# Jurien Bay Micro-brewery W.a.



## amiddler (19/3/11)

Was reading our local rag today and found an article stating a proposal had been granted to build a bar and micro-brewery at Jurien Bay 250Km north of Perth or in my case 200Km south of Gero.




> SHIRE MATTERSPage 2​MICRO-BREWERY GRANTED APPROVAL​At the Council Meeting held 17 February 2011 Council granted approval for a Micro-​Brewery on Lot 178 Seahorse Retreat, Jurien Bay.​The Micro-Brewery will incorporate a restaurant, function / bar and alfresco area. The​design of the brewery is architecturally drawn to take the form of a 'shark' based on a​single storey structure with tiled concrete flooring and steel framed walls and roof. The​building area is 370m​2 internally and 195m2 external. A further 155m2 of undercover area​
> is provided.​The maximum number of patrons is to be 289 persons in accordance with the Building​Code of Australia, with an additional 10 staff for a total of 299 people.​It is proposed the Micro-Brewery will operate six days per week with those days being​Tuesday, Wednesday, Thursday from 10.00am to 10.00pm and Friday, Saturday,​Sunday 10.00am to 12.00pm.
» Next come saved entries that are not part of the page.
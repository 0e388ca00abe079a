"""Reference tests of engine.night: sunset, twilights, the Moon, polar nights, the date line.

References, named beside each check: skyfield's almanac (Rhodes 2019, ASCL 1907.024) on the
bundled DE421 with the timescale of :mod:`skyplan.engine.ephemeris` — ``find_risings`` /
``find_settings`` (the Sun's upper limb at −50′, the Moon's at −34′ minus its semi-diameter:
the same definitions as ours), ``dark_twilight_day`` (−6°, −12°, −18°), ``find_transits``;
Meeus, *Astronomical Algorithms* (2nd ed., 1998), eqs. 48.1–48.3 for the Moon's phase;
the Sun's declination at the solstices, ±23.44° (the obliquity of the ecliptic, IAU 2006).
"""

from __future__ import annotations

import datetime as dt
import functools

import numpy as np
import pytest

from skyplan.engine import bodies, ephemeris, night, windows
from skyplan.inputs.limits import Limits
from skyplan.inputs.sites import Site, nautical_zone

SUN_TOL_S = 5.0
MOON_TOL_S = 30.0


def sf_seconds(t_ref, unix: float) -> np.ndarray:
    """Seconds from one of our POSIX instants to skyfield times (compared in TT)."""
    return (np.atleast_1d(t_ref.tt) - bodies.sf_time(unix).tt) * 86400.0


def observer(site: Site):
    from skyfield.api import wgs84

    return ephemeris.planets()["earth"] + wgs84.latlon(site.lat_deg, site.lon_deg,
                                                       site.elevation_m)


def sun_alt_deg(site: Site, unix) -> np.ndarray:
    """The Sun's topocentric apparent altitude, unrefracted, from skyfield."""
    eph = ephemeris.planets()
    here = observer(site).at(bodies.sf_time(np.atleast_1d(np.asarray(unix, dtype=float))))
    return here.observe(eph["sun"]).apparent().altaz()[0].degrees


def site_dates() -> list[tuple[Site, dt.date]]:
    """Twenty invented sites from the equator to ±65° (seeded), each on two dates of 2025
    half a year apart; the first dates step through the year from site to site."""
    rng = np.random.default_rng(1965)
    lats = np.concatenate([[0.0, 65.0, -65.0], rng.uniform(-65.0, 65.0, 17)])
    lons = rng.uniform(-180.0, 180.0, 20)
    elevations = rng.uniform(0.0, 3000.0, 20)
    days = np.arange(20) * 9 + rng.integers(0, 9, 20)
    out = []
    for i in range(20):
        site = Site(f"site {i}", float(lats[i]), float(lons[i]), float(elevations[i]),
                    zone=nautical_zone(float(lons[i])))
        first_date = dt.date(2025, 1, 1) + dt.timedelta(days=int(days[i]))
        out += [(site, first_date), (site, first_date + dt.timedelta(days=182))]
    return out


@pytest.fixture(scope="module")
def sweep():
    """Our nights and skyfield's events for the forty site-dates, computed once."""
    from skyfield import almanac, searchlib
    from skyfield.api import wgs84

    eph = ephemeris.planets()
    out = []
    for site, date in site_dates():
        nt = night.compute_night(site, date)
        obs = observer(site)
        t0, t1 = bodies.sf_time(nt.span_start), bodies.sf_time(nt.span_end)
        ref = {}
        for key, body in (("sun", eph["sun"]), ("moon", eph["moon"])):
            t, real = almanac.find_risings(obs, body, t0, t1)
            ref[key + "rise"] = t[real]
            t, real = almanac.find_settings(obs, body, t0, t1)
            ref[key + "set"] = t[real]
        ref["moontransit"] = almanac.find_transits(obs, eph["moon"], t0, t1)
        state = almanac.dark_twilight_day(
            eph, wgs84.latlon(site.lat_deg, site.lon_deg, site.elevation_m))
        t, y = searchlib.find_discrete(t0, t1, state)
        at_start = state(bodies.sf_time(np.array([nt.span_start])))
        before = np.concatenate([at_start, y[:-1]])
        ref["twilight"] = (t, y, before)
        out.append((site, nt, ref))
    return out


def first(t_ref):
    return None if len(t_ref) == 0 else t_ref[0]


def assert_same_event(ours: float | None, ref, tol_s: float) -> None:
    if ref is None:
        assert ours is None
    else:
        assert ours is not None
        assert abs(float(sf_seconds(ref, ours)[0])) <= tol_s


# ------------------------------------------------------------------ the Sun


def test_sunset_and_sunrise_match_skyfield(sweep) -> None:
    """skyfield almanac.find_settings/find_risings for the Sun (upper limb at −50′): 5 s."""
    compared = 0
    for _, nt, ref in sweep:
        assert_same_event(nt.sunset, first(ref["sunset"]), SUN_TOL_S)
        assert_same_event(nt.sunrise, first(ref["sunrise"]), SUN_TOL_S)
        compared += (nt.sunset is not None) + (nt.sunrise is not None)
    assert compared >= 72


def test_twilights_match_skyfield(sweep) -> None:
    """skyfield almanac.dark_twilight_day (−6°, −12°, −18°) searched with find_discrete: 5 s.

    Its codes: 3 civil, 2 nautical, 1 astronomical twilight, 0 night; a dusk is the first
    step down into a code in the span, a dawn the first step up out of it.
    """
    compared = 0
    for _, nt, ref in sweep:
        t, y, before = ref["twilight"]
        for kind, code in (("civil", 2), ("nautical", 1), ("astronomical", 0)):
            assert_same_event(nt.dusk[kind], first(t[(y == code) & (before == code + 1)]),
                              SUN_TOL_S)
            assert_same_event(nt.dawn[kind], first(t[(y == code + 1) & (before == code)]),
                              SUN_TOL_S)
            compared += (nt.dusk[kind] is not None) + (nt.dawn[kind] is not None)
    assert compared >= 180


def test_dark_hours_agree_with_astronomical_dusk_and_dawn(sweep) -> None:
    """Two routes to the same darkness: the sampled track and the twilight events."""
    for _, nt, _ in sweep:
        dusk, dawn = nt.dusk["astronomical"], nt.dawn["astronomical"]
        if dusk is not None and dawn is not None and dusk < dawn:
            assert nt.dark_hours == pytest.approx((dawn - dusk) / 3600.0, abs=2.0 / 3600.0)
        elif dusk is None and dawn is None:
            assert nt.dark_hours in (0.0, pytest.approx((nt.span_end - nt.span_start) / 3600))


def test_local_sidereal_time_at_midnight_matches_skyfield(sweep) -> None:
    """skyfield's Greenwich apparent sidereal time plus the east longitude: 0.05″."""
    for site, nt, _ in sweep:
        gast_h = bodies.sf_time(nt.local_midnight).gast
        expected = (15.0 * gast_h + site.lon_deg) % 360.0
        d = (nt.lst_deg["midnight"] - expected + 180.0) % 360.0 - 180.0
        assert abs(d) * 3600.0 < 0.05


# ------------------------------------------------------------------ the Moon


def test_moonrise_and_moonset_match_skyfield(sweep) -> None:
    """skyfield almanac.find_risings/find_settings for the Moon (−34′ minus the Moon's
    apparent radius, topocentric): 30 s."""
    compared = 0
    for _, nt, ref in sweep:
        assert_same_event(nt.moon.rise, first(ref["moonrise"]), MOON_TOL_S)
        assert_same_event(nt.moon.set, first(ref["moonset"]), MOON_TOL_S)
        compared += (nt.moon.rise is not None) + (nt.moon.set is not None)
    assert compared >= 60


def test_moon_transit_matches_skyfield(sweep) -> None:
    """skyfield almanac.find_transits for the Moon (upper meridian passage): 30 s."""
    for _, nt, ref in sweep:
        assert_same_event(nt.moon.transit, first(ref["moontransit"]), MOON_TOL_S)


def test_moon_phase_follows_meeus_48(sweep) -> None:
    """Meeus (1998) eqs. 48.2–48.3 and 48.1 from skyfield's geocentric Sun and Moon:
    cos ψ = cos(elongation), tan i = R sin ψ / (Δ − R cos ψ), k = (1 + cos i) / 2."""
    eph = ephemeris.planets()
    for _, nt, _ in sweep[:6]:
        earth = eph["earth"].at(bodies.sf_time(nt.local_midnight))
        sun = earth.observe(eph["sun"]).apparent()
        moon = earth.observe(eph["moon"]).apparent()
        psi = np.radians(sun.separation_from(moon).degrees)
        r, delta = sun.distance().km, moon.distance().km
        i = np.arctan2(r * np.sin(psi), delta - r * np.cos(psi))
        assert nt.moon.phase_angle_deg == pytest.approx(np.degrees(i), abs=0.05)
        assert nt.moon.illumination == pytest.approx((1 + np.cos(i)) / 2, abs=5e-4)


# ------------------------------------------------------------------ polar nights


OBLIQUITY_DEG = 23.44  # the Sun's declination at the solstices


def expected_state(lat: float, sun_dec: float) -> str:
    """From the Sun's lowest and highest altitudes, 90° − |φ − δ| and |φ + δ| − 90°."""
    highest = 90.0 - abs(lat - sun_dec)
    lowest = abs(lat + sun_dec) - 90.0
    if lowest > night.SUNSET_ALT_DEG:
        return "midnight_sun"
    if highest < night.SUNSET_ALT_DEG:
        return "polar_night"
    if lowest > night.TWILIGHTS["astronomical"]:
        return "twilight_all_night"
    return "normal"


@functools.cache
def polar_night(lat: float, lon: float, date: str, zone: str) -> tuple[Site, night.Night]:
    site = Site("polar", lat, lon, 0.0, zone=zone)
    return site, night.compute_night(site, dt.date.fromisoformat(date))


POLAR_CASES = [
    (89.9, "2025-06-21"), (89.9, "2025-12-21"), (-89.9, "2025-06-21"), (-89.9, "2025-12-21"),
    (78.0, "2025-06-21"), (78.0, "2025-12-21"), (-78.0, "2025-06-21"), (-78.0, "2025-12-21"),
    (65.0, "2025-06-21"), (-55.0, "2025-12-21"),
]


@pytest.mark.parametrize("lat, date", POLAR_CASES)
def test_polar_and_white_nights(lat: float, date: str) -> None:
    """The state follows from the solstice geometry; every event reported is a real crossing
    of its altitude (skyfield's Sun within 0.01° of it) inside the span; the windows engine
    runs on the same night and its minutes add up."""
    site, nt = polar_night(lat, 15.0, date, "Etc/GMT-1")
    sun_dec = OBLIQUITY_DEG if date.endswith("06-21") else -OBLIQUITY_DEG
    state = expected_state(lat, sun_dec)
    assert nt.sun_state == state
    events = {"sunset": (nt.sunset, night.SUNSET_ALT_DEG),
              "sunrise": (nt.sunrise, night.SUNSET_ALT_DEG)}
    for kind, alt in night.TWILIGHTS.items():
        events["dusk " + kind] = (nt.dusk[kind], alt)
        events["dawn " + kind] = (nt.dawn[kind], alt)
    for name, (when, alt) in events.items():
        if when is not None:
            assert nt.span_start <= when <= nt.span_end, name
            assert sun_alt_deg(site, when)[0] == pytest.approx(alt, abs=0.01), name
    if state in ("midnight_sun", "polar_night"):
        assert nt.sunset is None and nt.sunrise is None
    if state == "midnight_sun":
        assert nt.dark_hours == 0.0
        assert all(v is None for v in (*nt.dusk.values(), *nt.dawn.values()))
    lowest = float(np.min(sun_alt_deg(site, nt.track.t)))
    if lowest > night.TWILIGHTS["astronomical"]:
        assert nt.dark_hours == 0.0
    for key in ("rise", "set", "transit"):
        when = getattr(nt.moon, key)
        assert when is None or nt.span_start <= when <= nt.span_end

    # targets well clear of the circumpolar limit |δ| = 90° − |φ| ∓ 34′
    dec = np.array([89.0, 60.0, 20.0, 14.0, 5.0, -5.0, -14.0, -20.0, -60.0, -89.0])
    ra = np.linspace(0.0, 330.0, len(dec))
    n = len(dec)
    tset = windows.TargetSet(np.array([f"t{i}" for i in range(n + 1)]), np.append(ra, np.nan),
                             np.append(dec, np.nan), np.zeros(n + 1), np.zeros(n + 1),
                             np.zeros(n + 1), np.zeros(n + 1), np.full(n + 1, 2000.0),
                             np.array([""] * n + ["moon"], dtype=object))
    for lim in (Limits(), Limits(dark_sun_alt_deg=None, min_alt_deg=0.0)):
        res = windows.compute_windows(tset, site, nt, lim)
        span_s = max(res.span[1] - res.span[0], 0.0)
        np.testing.assert_allclose(res.usable_s + sum(res.lost_s.values()), span_s, atol=1e-3)
        limit = 90.0 - abs(lat) + 34.0 / 60.0
        north = lat > 0
        always = (dec > limit) if north else (dec < -limit)
        never = (dec < -limit) if north else (dec > limit)
        clear = np.abs(np.abs(dec) - limit) > 1.0
        status = res.status[:n]
        assert np.all(status[always & clear] == "always_up")
        assert np.all(status[never & clear] == "never_up")
        assert np.all(status[~always & ~never & clear] == "rises_and_sets")
        if state == "midnight_sun" and lim.dark_sun_alt_deg is not None:
            assert np.all(res.usable_s == 0.0)


# ------------------------------------------------------------------ the date line


def test_the_date_line_gives_the_same_night_from_either_side() -> None:
    """A site at longitude 180 and the same site written as −180, in the same zone: the
    same night and the same windows (a longitude is an angle: ±180° is one meridian)."""
    results = []
    rng = np.random.default_rng(180)
    ra, dec = rng.uniform(0, 360, 25), rng.uniform(-80, 80, 25)
    tset = windows.TargetSet(np.array([f"t{i}" for i in range(26)]), np.append(ra, np.nan),
                             np.append(dec, np.nan), np.zeros(26), np.zeros(26), np.zeros(26),
                             np.zeros(26), np.full(26, 2000.0),
                             np.array([""] * 25 + ["moon"], dtype=object))
    for lon in (180.0, -180.0):
        site = Site("date line", -16.8, lon, 20.0, zone="Pacific/Fiji")
        nt = night.compute_night(site, dt.date(2025, 7, 3))
        results.append((nt, windows.compute_windows(tset, site, nt, Limits(moon_gap_deg=20.0))))
    (a, wa), (b, wb) = results
    assert a.sun_state == b.sun_state == "normal"
    for x, y in ((a.sunset, b.sunset), (a.sunrise, b.sunrise), (a.moon.rise, b.moon.rise),
                 (a.moon.set, b.moon.set), *zip(a.dusk.values(), b.dusk.values()),
                 *zip(a.dawn.values(), b.dawn.values())):
        assert (x is None and y is None) or abs(x - y) < 0.5
    lst = [(a.lst_deg[k] - b.lst_deg[k] + 180.0) % 360.0 - 180.0 for k in a.lst_deg]
    assert np.max(np.abs(lst)) < 1e-6
    # Fiji keeps UTC+12 in July (IANA tz database), and at 17° S the Sun sets near 17h50
    # local time then (from memory): the night of July 3 starts between 05h and 07h UTC
    sunset_utc = dt.datetime.fromtimestamp(a.sunset, dt.UTC)
    assert sunset_utc.date() == dt.date(2025, 7, 3) and 5 <= sunset_utc.hour < 7
    assert np.array_equal(wa.status, wb.status)
    np.testing.assert_allclose(wa.usable_s, wb.usable_s, atol=1.0)
    np.testing.assert_allclose(np.nan_to_num(wa.rise), np.nan_to_num(wb.rise), atol=1.0)
    np.testing.assert_allclose(np.nan_to_num(wa.transit), np.nan_to_num(wb.transit), atol=1.0)
    assert len(wa.windows) == len(wb.windows)
    np.testing.assert_allclose(wa.windows.start, wb.windows.start, atol=1.0)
Great seeing as I travel to and from Perth through Jurien and will soon have a reason to stay over for a night or two.

Drew


----------



## Bada Bing Brewery (19/3/11)

+1 Can now fish then drink .......


----------



## keifer33 (19/3/11)

Sweet as a favourite holiday/camping destination for myself and partner so even more reason to relax 

Interesting design of the building looks like a shark effectively. 





Only dilemma if my research is correct it states it will use a Beadle Brewing System and in the council minutes states 'no grain storage,milling or disposal required'. Quick google brings up the system is an extract based brewing

http://www.addabrewpub.com/index.html


----------



## malt_shovel (21/3/11)

keifer33 said:


> Sweet as a favourite holiday/camping destination for myself and partner so even more reason to relax
> 
> Interesting design of the building looks like a shark effectively.
> 
> ...



From the website of said extract brewery system...
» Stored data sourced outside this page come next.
def test_moon_against_astropy(plain_scene):
    from astropy.coordinates import GeocentricMeanEcliptic, get_body

    frame = astropy_frame(SITE, AT, refracted=False)
    t, loc = frame.obstime, frame.location
    moon = get_body("moon", t, loc).transform_to(frame)
    sun = get_body("sun", t, loc).transform_to(frame)
    m = plain_scene.moon
    assert sep_deg(m.alt_deg, m.az_deg, moon.alt.deg, moon.az.deg) < 10.0 * ARCSEC
    # bright limb: position angle of the Sun seen from the Moon, in the horizon frame
    pa = moon.position_angle(sun).deg
    assert abs((m.bright_limb_deg - pa + 180.0) % 360.0 - 180.0) < 0.05
    # phase: k = (1 + cos i) / 2 with i the Sun-Moon-Earth angle (geocentric)
    mg, sg = get_body("moon", t), get_body("sun", t)
    to_sun = sg.cartesian.xyz.value - mg.cartesian.xyz.value
    to_earth = -mg.cartesian.xyz.value
    cos_i = to_sun @ to_earth / np.linalg.norm(to_sun) / np.linalg.norm(to_earth)
    assert m.illuminated_fraction == pytest.approx((1.0 + cos_i) / 2.0, abs=2e-3)
    ecl = GeocentricMeanEcliptic(equinox=t, obstime=t)
    elong = (mg.transform_to(ecl).lon.deg - sg.transform_to(ecl).lon.deg) % 360.0
    assert m.waxing == (elong < 180.0)


def test_planets_against_astropy(plain_scene):
    from astropy.coordinates import get_body

    frame = astropy_frame(SITE, AT, refracted=False)
    p = plain_scene.planets
    assert set(p.names) == {"Mercury", "Venus", "Mars", "Jupiter", "Saturn", "Uranus", "Neptune"}
    for i, name in enumerate(p.names):
        ref = get_body(name.lower(), frame.obstime, frame.location).transform_to(frame)
        # astropy's built-in planetary theory is good to some arcseconds
        assert sep_deg(p.alt_deg[i], p.az_deg[i], ref.alt.deg, ref.az.deg) < 0.02, name


def test_twilight_state_from_the_suns_altitude(plain_scene):
    from astropy.coordinates import get_body

    # an evening through every state: astropy's Sun altitude, classified by the
    # Explanatory Supplement's thresholds, must name the scene's state
    start = dt.datetime(2027, 3, 10, 17, 0, tzinfo=dt.UTC).timestamp()
    edges = (-50.0 / 60.0, -6.0, -12.0, -18.0)
    seen = set()
    for unix in start + np.arange(0.0, 4.0 * 3600.0, 600.0):
        frame = astropy_frame(SITE, unix, refracted=False)
        sun_alt = get_body("sun", frame.obstime, frame.location).transform_to(frame).alt.deg
        if min(abs(sun_alt - e) for e in edges) < 0.05:
            continue
        expected = TWILIGHT_STATES[sum(sun_alt < e for e in edges)]
        assert chartdata.twilight_state(sun_alt) == expected
        seen.add(expected)
    assert seen == set(TWILIGHT_STATES)
    assert plain_scene.twilight == "night"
"Our malt extract brewpub systems assure absolute consistency and very drinkable beers"

If very drinkable is as good as the manufacturers are expressing, it doesn't bode well for this brew-pub. Time will tell I guess.


----------



## toadskin (21/3/11)

Drew said:


> Was reading our local rag today and found an article stating a proposal had been granted to build a bar and micro-brewery at Jurien Bay 250Km north of Perth or in my case 200Km south of Gero.
> 
> 
> 
> ...




Fantastic! We travel the Indian Ocean Drive fairly regularly and are always looking for a new place for lunch or a coffee break. Jurien is ideal because it's the half way point. Hope they do take-a-ways.


----------



## cdbrown (21/3/11)

malt_shovel said:


> From the website of said extract brewery system...
> 
> "Our malt extract brewpub systems assure absolute consistency and very drinkable beers"
> 
> If very drinkable is as good as the manufacturers are expressing, it doesn't bode well for this brew-pub. Time will tell I guess.



It also says there's no need for a brewmaster. Oh dear.


----------



## Online Brewing Supplies (21/3/11)

cdbrown said:


> It also says there's no need for a brewmaster. Oh dear.
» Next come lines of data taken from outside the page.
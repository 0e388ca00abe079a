"""``skyplan plan`` end to end: the schema it promises, determinism, cron behaviour.

The schedules' validity itself (no overlaps, windows kept, slews) is tested against brute
force in test_scheduling.py; here the whole command is checked: the JSON validates against
the schema shipped with the package (JSON Schema 2020-12, checked with the jsonschema
library), every observation lies inside the night and keeps the limits at start, middle
and end, two runs give the same bytes apart from ``generated_at``, and the exit statuses are
the documented ones.
"""

from __future__ import annotations

import json
from importlib import resources
from pathlib import Path

import jsonschema
import pytest

from skyplan.cli.app import main
from skyplan.errors import EXIT_BAD_INPUT, EXIT_NOTHING_OBSERVABLE


def run(args, capsys):
    with pytest.raises(SystemExit) as exc:
        main(args)
    out = capsys.readouterr()
    return exc.value.code, out.out, out.err


@pytest.fixture(scope="module")
def schema() -> dict:
    return json.loads((resources.files("skyplan") / "data" / "plan.schema.json").read_text())


@pytest.fixture(scope="module")
def demo_plan(tmp_path_factory) -> tuple[dict, bytes]:
    path = tmp_path_factory.mktemp("plan") / "tonight.json"
    with pytest.raises(SystemExit) as exc:
        main(["plan", "--demo", "--format", "json", "--out", str(path), "--quiet"])
    assert exc.value.code == 0
    raw = path.read_bytes()
    return json.loads(raw), raw


def test_json_validates_against_the_shipped_schema(demo_plan, schema) -> None:
    doc, _ = demo_plan
    jsonschema.Draft202012Validator.check_schema(schema)
    jsonschema.validate(doc, schema)
    assert doc["schema"] == "skyplan.plan/2.2"
    assert doc["observations"], "the demo night has observable targets"


def test_observations_keep_the_limits(demo_plan) -> None:
    doc, _ = demo_plan
    lim = doc["limits"]
    obs = doc["observations"]
    ends = [o["end"] for o in obs]
    starts = [o["start"] for o in obs]
    assert all(a <= b for a, b in zip(ends[:-1], starts[1:])), "visits never overlap"
    for o in obs:
        for key in ("alt_start_deg", "alt_mid_deg", "alt_end_deg"):
            assert o[key] >= lim["min_alt_deg"] - 1e-6
        assert o["airmass_mid"] <= lim["max_airmass"] + 1e-6
        assert lim["ha_range_h"][0] - 1e-6 <= o["hour_angle_mid_h"] <= lim["ha_range_h"][1] + 1e-6
        assert o["moon_distance_deg"] >= lim["moon_gap_deg"] - 1e-6
        assert doc["night"]["dusk"]["nautical"] <= o["start"] <= doc["night"]["dawn"]["nautical"]
    names = {o["name"] for o in obs}
    left = {n["name"] for n in doc["not_placed"]}
    assert not names & left
    assert doc["metrics"]["placed"] == len(names)
    assert doc["metrics"]["targets"] == len(names) + len(left)  # nothing dropped silently


def test_same_inputs_same_bytes_apart_from_generated_at(demo_plan, tmp_path) -> None:
    _, first = demo_plan
    again = tmp_path / "again.json"
    with pytest.raises(SystemExit):
        main(["plan", "--demo", "--format", "json", "--out", str(again), "--quiet"])
    a, b = json.loads(first), json.loads(again.read_bytes())
    a.pop("generated_at"), b.pop("generated_at")
    assert a == b


def test_ndjson_and_csv(capsys) -> None:
    code, out, _ = run(["plan", "--demo", "--format", "ndjson", "--method", "dispatch"], capsys)
    assert code == 0
    lines = [json.loads(line) for line in out.splitlines()]
    assert lines and [o["seq"] for o in lines] == list(range(1, len(lines) + 1))
    code, out, _ = run(["plan", "--demo", "--format", "csv", "--method", "dispatch"], capsys)
    assert code == 0
    header = out.splitlines()[0].split(",")
    assert header[:3] == ["seq", "name", "repeat"] and len(out.splitlines()) == len(lines) + 1


def test_table_has_safety_note_and_reasons(capsys) -> None:
    code, out, _ = run(["plan", "--demo"], capsys)
    assert code == 0
    assert "Never point unfiltered optics" in out
    assert "never rises above the horizon here" in out  # Corrie Galaxy at Dec −73°
    assert "too close to the Sun" in out
    assert "@" in out  # each visit marked on its timeline


def test_nothing_observable_has_its_own_status(tmp_path, capsys) -> None:
    cat = tmp_path / "south.csv"
    cat.write_text("name,ra,dec\nDeep South,06:00:00,-80:00:00\n")  # never rises at +38°
    code, out, err = run(["plan", str(cat), "--demo", "--format", "json"], capsys)
    assert code == EXIT_NOTHING_OBSERVABLE
    assert err.startswith("skyplan:") and "Traceback" not in err and out == ""


def test_out_replaces_the_old_file_only_when_done(tmp_path, capsys) -> None:
    target = tmp_path / "tonight.json"
    target.write_text("previous plan\n")
    code, _, _ = run(["plan", "--demo", "--format", "json", "--out", str(target),
                      "--slew-rate", "nonsense"], capsys)
    assert code == EXIT_BAD_INPUT
    assert target.read_text() == "previous plan\n"
    assert [p.name for p in Path(tmp_path).iterdir()] == ["tonight.json"]


def test_near_sun_targets_need_the_override(tmp_path, capsys) -> None:
    # Gannet Star sits about 25° from the Sun on the demo night (site sun_gap 30°)
    code, out, _ = run(["plan", "--demo", "--format", "json", "--dark", "none",
                        "--method", "dispatch"], capsys)
    assert code == 0
    doc = json.loads(out)
    assert "Gannet Star" not in {o["name"] for o in doc["observations"]}
    assert {"name": "Gannet Star", "reason": "near_sun"}.items() <= next(
        n for n in doc["not_placed"] if n["name"] == "Gannet Star").items()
 :lol: I have already written it off !
GB


----------



## mika (21/3/11)

30c a pint to make and we can sell it for $10, we'll be rich over night. And the designer Leigh P. Beadle must know what he's talking about, apparently he started the US craft beer revolution !


----------



## Online Brewing Supplies (21/3/11)

mika said:


> 30c a pint to make and we can sell it for $10, we'll be rich over night. And the designer Leigh P. Beadle must know what he's talking about, apparently he started the US craft beer revolution !


Ah "The Beadles" very popular group from Liverpool in the 60's. Yes they got rich overnight.
GB


----------



## amiddler (21/3/11)

cdbrown said:


> It also says there's no need for a brewmaster. Oh dear.



OH dear indead. Here I was thinking "Great, a nice hand crafted beer on the beach. What a better way to have some R+R" but I think I might stick with the soda water. These Beadle brew rigs, very similar or possibly the same thing that the likes of U Brew It uses? It better not taste like anything that I have had from U Brew It or they will go belly up very fast.

Drew


----------



## cdbrown (21/3/11)

Drew said:


> OH dear indead. Here I was thinking "Great, a nice hand crafted beer on the beach. What a better way to have some R+R" but I think I might stick with the soda water. These Beadle brew rigs, very similar or possibly the same thing that the likes of U Brew It uses? It better not taste like anything that I have had from U Brew It or they will go belly up very fast.
> 
> Drew



All the beers from U Brew It have a very similar taste. Guess that's the problem with only having a few choices of extract.


----------



## amiddler (22/3/11)

I often wonder if its not so much the extract but the yeast and fermenting temp. I can make 2 beers with nearly identical grain bills tast very different with the use of hops, yeast and fermenting temp. 
The last time I looked in the fermenting room at the local U Brew It all of the beers were lined up side by side, lagers and ales?

Drew


----------